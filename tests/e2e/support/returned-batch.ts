import { dayIn } from './day-in';
import { expect, type Person } from './journey';

const STEP = {
  process: 'solution_heat_treat_and_age',
  specification: 'AMS 2770',
  specificationRevision: 'R',
  classType: 'natural age',
  conditionBefore: 'O',
  targetCondition: 'T42',
  note: '',
  ordering: {},
};
const prove = (characteristic: string, limit: string, unit = '') => ({
  characteristic,
  limit,
  unit,
  source: 'specification',
  sourceText: '',
});
const TO_PROVE = [
  prove('Solution temperature', '910 to 930', '°F'),
  prove('Soak', '25 or more', 'min'),
  prove('Quench delay', '10 or less', 's'),
  prove('Hardness', 'HRB 63 or more'),
];

export interface ReturnedBatch {
  id: string;
  number: string;
  orderNumber: string;
  partNumber: string;
  lotNumber: string;
}

/** One line of clad sheet that was solution treated and came back whole: by the API, for what comes after it is looked at. */
export async function returnedBatch(lead: Person, pieces: number): Promise<ReturnedBatch> {
  const partNumber = `MC-7${String(Date.now()).slice(-6)}`;
  const { id: partId } = await ask(lead, 'parts', {
    number: partNumber,
    revision: 'B',
    name: 'Step bracket',
    alloy: '2024',
    form: 'sheet',
    clad: false,
    thickness: '0.040 in',
    length: '4 in',
    width: '3 in',
    height: '',
    mass: '',
    area: '',
    madeCondition: 'O',
    endCondition: 'T42',
    serialised: false,
    note: '',
    drawingFileId: null,
    route: [{ ...STEP, toProve: TO_PROVE }],
  });
  const { id: lotId } = await ask(lead, 'lots', { partId, heat: 'H-7', pieces, madeOn: dayIn(0) });
  const part = await read<{ route: { id: string }[] }>(lead, `parts/${partId}`);
  const { processors } = await read<{ processors: { processorId: string; name: string }[] }>(
    lead,
    `batches/step-processors?process=${STEP.process}&specification=${encodeURIComponent(STEP.specification)}`,
  );
  const galena = processors.find(({ name }) => name === 'Galena Thermal') ?? processors[0];
  const { id } = await ask(lead, 'batches', {
    processorId: galena?.processorId,
    lines: [{ lotId, stepId: part.route[0]?.id, pieces }],
  });
  const version = async () => (await read<{ version: number }>(lead, `batches/${id}`)).version;
  await ask(lead, `batches/${id}`, { version: await version(), wantedBackOn: dayIn(14) }, 'patch');
  await ask(lead, `batches/${id}/dispatch`, { version: await version() });
  const { lines } = await read<{ lines: { id: string }[] }>(lead, `receipts/batches/${id}`);
  await ask(lead, 'receipts', {
    batchId: id,
    lines: lines.map((line) => ({ lineId: line.id, good: pieces })),
  });
  const batch = await read<{ number: string; orderNumber: string }>(lead, `batches/${id}`);
  const lot = await read<{ number: string }>(lead, `lots/${lotId}`);
  return { id, partNumber, lotNumber: lot.number, ...batch };
}

async function ask(
  { page }: Person,
  path: string,
  data: object,
  method: 'post' | 'patch' = 'post',
): Promise<{ id: string }> {
  const answer = await page.request[method](`/api/${path}`, { data });
  expect(answer.ok(), `${path}: ${await answer.text()}`).toBe(true);
  return (await answer.json()) as { id: string };
}

async function read<T>({ page }: Person, path: string): Promise<T> {
  const answer = await page.request.get(`/api/${path}`);
  expect(answer.ok(), `${path}: ${await answer.text()}`).toBe(true);
  return (await answer.json()) as T;
}
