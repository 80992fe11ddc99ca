import { QueryClient, QueryClientProvider } from '@tanstack/react-query';
import { createElement, type ReactElement } from 'react';
import { renderToStaticMarkup } from 'react-dom/server';
import { expect, test } from 'vitest';

import { useTables } from '@/components/reference/use-tables';
import { TableScreen } from '@/components/settings/table-screen';
import { TablesScreen } from '@/components/settings/tables-screen';
import { queryKeyOf } from '@/lib/api/query-key';
import { getReferenceTable, getTablesInForce, listReferenceTables } from '@/lib/reference/contract';
import { REPLACEABLE, TABLES_BY_SUBJECT } from '@/lib/reference/replaceable-tables';
import { cellsOfRow } from '@/lib/reference/rows-in-cells';
import { getMe } from '@/lib/session/contract';

const OWN = {
  id: '0195b3a0-0000-7000-8000-000000000001',
  ...{ title: 'Own procedure HT-12', edition: 'issue 3', clause: 'Table 2', rows: 2 },
  ...{ enteredByName: 'Liv Marsh', enteredAt: '2026-04-16T09:00:00Z', supersededAt: null, withdrawnAt: null },
};
const EARLIER = { ...OWN, id: `${OWN.id.slice(0, -1)}2`, edition: 'issue 2', supersededAt: OWN.enteredAt };

/** What a page shows with these answers in its cache. */
function shown(
  screen: ReactElement,
  roles: readonly string[],
  answers: readonly (readonly [object, object])[],
) {
  const client = new QueryClient();
  client.setQueryData(queryKeyOf(getMe, {}), { roles, organisation: { zone: 'UTC' } });
  for (const [key, data] of answers) client.setQueryData(key as readonly unknown[], data);
  const markup = renderToStaticMarkup(createElement(QueryClientProvider, { client }, screen));
  return markup.replace(/<[^>]*>/g, ' ').replace(/\s+/g, ' ');
}

const asked = { tableId: 'quench-delays' };
function quenchDelays(inForce: typeof OWN | null) {
  const { published, columns } = REPLACEABLE.get('quench-delays') ?? {};
  return {
    ...asked,
    ...{ title: published?.title, published: published?.edition, shown: inForce, inForce, isInForce: true },
    columns: (columns ?? []).map(({ head }) => ({ head, says: 'a figure' })),
    cells: (published?.rows ?? []).map((row) => cellsOfRow(columns ?? [], row)),
    sources: (published?.rows ?? []).map(() => 'MIL-H-6088G (partly from memory, high trust)'),
    history: inForce ? [inForce, EARLIER] : [],
  };
}
const tableShown = (inForce: typeof OWN | null, roles: readonly string[]) =>
  shown(createElement(TableScreen, asked), roles, [
    [queryKeyOf(getReferenceTable, asked), quenchDelays(inForce)],
  ]);

test('the list names every table with the edition in force, and marks the own ones', () => {
  const subjects = TABLES_BY_SUBJECT.map(({ subject, tables }) => ({
    subject,
    tables: tables.map(({ published: { id, title, edition, rows } }) => ({
      ...{ tableId: id, title, published: edition, rows: rows.length },
      own: id === 'quench-delays' ? OWN : null,
    })),
  }));
  const text = shown(
    createElement(TablesScreen),
    ['lead'],
    [[queryKeyOf(listReferenceTables, {}), { subjects }]],
  );
  for (const { published } of REPLACEABLE.values()) expect(text).toContain(published.title);
  expect(text).toContain('1 is your own.');
  expect(text).toContain('own Own procedure HT-12, issue 3, Table 2');
});

test('a table shows its rows, its editions, and to a lead the way to an own one', () => {
  const text = tableShown(null, ['lead']);
  expect(text).toContain('0.091 15 775 2219 = 900');
  expect(text).toContain('the published one is in force');
  expect(text).toContain('Enter your own edition');
  expect(text).not.toContain('Withdraw your edition');
  const own = tableShown(OWN, ['admin']);
  expect(own).toContain('Your own: Own procedure HT-12, issue 3, Table 2.');
  expect(own).toMatch(/issue 2, Table 2 .*followed by another/);
  expect(own).toContain('Withdraw your edition');
});

test('who may not change it is offered nothing but the file', () => {
  const text = tableShown(OWN, ['inspector']);
  expect(text).toContain('Save as CSV');
  expect(text).not.toMatch(/Enter your own|Withdraw your/);
});

test('the part editor reads the shop’s edition in place of the published table', () => {
  const Densities = () => createElement('p', null, JSON.stringify(useTables().densities));
  const own = [{ ...OWN, tableId: 'densities', rows: [{ alloys: ['2024'], lbPerIn3: 0.5 }] }];
  const read = (entries: readonly object[]) =>
    shown(createElement(Densities), ['lead'], [[queryKeyOf(getTablesInForce, {}), { own: entries }]]);
  expect(read([])).toContain('Nominal densities');
  expect(read([])).not.toContain('Own procedure');
  expect(read(own)).toMatch(/issue 3.*lbPerIn3&quot;:0.5/);
});
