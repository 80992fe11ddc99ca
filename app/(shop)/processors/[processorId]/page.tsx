import type { Metadata } from 'next';
import { notFound } from 'next/navigation';

import { ask, Prefetched } from '@/app/_kit/prefetch';
import { ProcessorScreen } from '@/components/processors/processor-screen';
import { Id } from '@/lib/api/shapes';
import { listBatchesEndpoint } from '@/lib/batches/endpoints';
import { listEquipmentEndpoint } from '@/lib/equipment/endpoints';
import { getProcessorEndpoint } from '@/lib/processors/endpoints';
import { getMeEndpoint } from '@/lib/session/endpoints';

export const metadata: Metadata = { title: 'Processor' };

export default async function ProcessorPage({ params }: { params: Promise<{ processorId: string }> }) {
  const { processorId } = await params;
  if (!Id.safeParse(processorId).success) notFound();
  return (
    <Prefetched
      queries={[
        ask(getProcessorEndpoint, { processorId }),
        ask(listEquipmentEndpoint, { processorId }),
        ask(listBatchesEndpoint, { processorId, limit: 20 }),
        ask(getMeEndpoint, {}),
      ]}
    >
      <ProcessorScreen processorId={processorId} now={new Date()} />
    </Prefetched>
  );
}
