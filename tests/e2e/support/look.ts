import AxeBuilder from '@axe-core/playwright';
import { expect, type Page } from '@playwright/test';

/** Nothing that keeps a person from using the page: axe's serious and critical findings, and no sideways scrolling. */
export async function looksRight(page: Page, name: string): Promise<void> {
  await page.waitForLoadState('load');
  // What sticks to the foot of the window must not lie over what is looked at.
  await page.evaluate(() => window.scrollTo(0, 0));
  await page.screenshot({ path: `test-results/screens/${name}.png`, fullPage: true });
  const { violations } = await new AxeBuilder({ page })
    .withTags(['wcag2a', 'wcag2aa', 'wcag21a', 'wcag21aa', 'wcag22aa'])
    .analyze();
  const serious = violations.filter(({ impact }) => impact === 'serious' || impact === 'critical');
  expect(
    serious.map(({ id, nodes }) => `${id}: ${nodes[0]?.html.slice(0, 160) ?? ''}`),
    `${name}: what axe finds serious`,
  ).toEqual([]);
  const overflow = await page.evaluate(
    () => document.documentElement.scrollWidth - document.documentElement.clientWidth,
  );
  expect(overflow, `${name}: the page scrolls sideways by so many pixels`).toBeLessThanOrEqual(1);
}
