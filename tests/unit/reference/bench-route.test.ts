import fc from 'fast-check';
import { expect, test } from 'vitest';

import { readBenchRoute, writeBenchRoute } from '@/components/reference/bench-route';

const text = fc.string().map((typed) => typed.replace(/[~|]/g, ' '));
const step = fc.record({ process: text, specification: text, classType: text });

test('a route comes back from the address as it went in', () => {
  fc.assert(
    fc.property(fc.array(step, { minLength: 1, maxLength: 20 }), (route) => {
      expect(readBenchRoute(writeBenchRoute(route))).toEqual(route);
    }),
  );
});

test('what parts the steps cannot be typed into one', () => {
  const typed = [{ process: 'anodize', specification: 'a|b~c', classType: '' }];
  expect(readBenchRoute(writeBenchRoute(typed))).toEqual([
    { process: 'anodize', specification: 'a b c', classType: '' },
  ]);
});

test('no route, and a made-up address, are read without harm', () => {
  expect(readBenchRoute('')).toEqual([]);
  expect(readBenchRoute('x?')).toEqual([{ process: 'x?', specification: '', classType: '' }]);
  expect(readBenchRoute('~'.repeat(999))).toHaveLength(20);
});
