import { expect, test } from 'vitest';

import { groupsOf, type TypedLine } from '@/components/reference/load-lines';
import { APART_WORDS, unplacedWords } from '@/lib/reference/load-words';

const LINE: TypedLine = { name: 'a', alloy: '2024', thicknessMm: 1.6, clad: true, to: 'T42' };
const WORK = { form: 'sheet', medium: 'air', quench: 'cold water' } as const;

test('what is aged in an oven is planned with its ageing, what settles is not', () => {
  const [settled, aged] = groupsOf([LINE, { ...LINE, name: 'b', to: 'T62' }], WORK);
  expect(settled?.process).toBe('solution_heat_treat');
  expect(aged?.process).toBe('solution_heat_treat_and_age');
});

test('a line without a thickness is left out', () => {
  expect(groupsOf([{ ...LINE, thicknessMm: null }], WORK)).toEqual([]);
});

test('reasons are sentences', () => {
  expect(APART_WORDS.meet_only_above_melting_risk).toMatch(/melt/);
  expect(unplacedWords('thicker_than_table')).toBe('it is thicker than the soak table goes');
  expect(unplacedWords('overlap_narrower_than_furnace')).toMatch(/contradict themselves/);
});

==========

» What you will do: Locate the word "galena" in the records and collect each line it appears in.

» The answer:
  const galena = processors.find(({ name }) => name === 'Galena Thermal') ?? processors[0];
    processorId: galena?.processorId,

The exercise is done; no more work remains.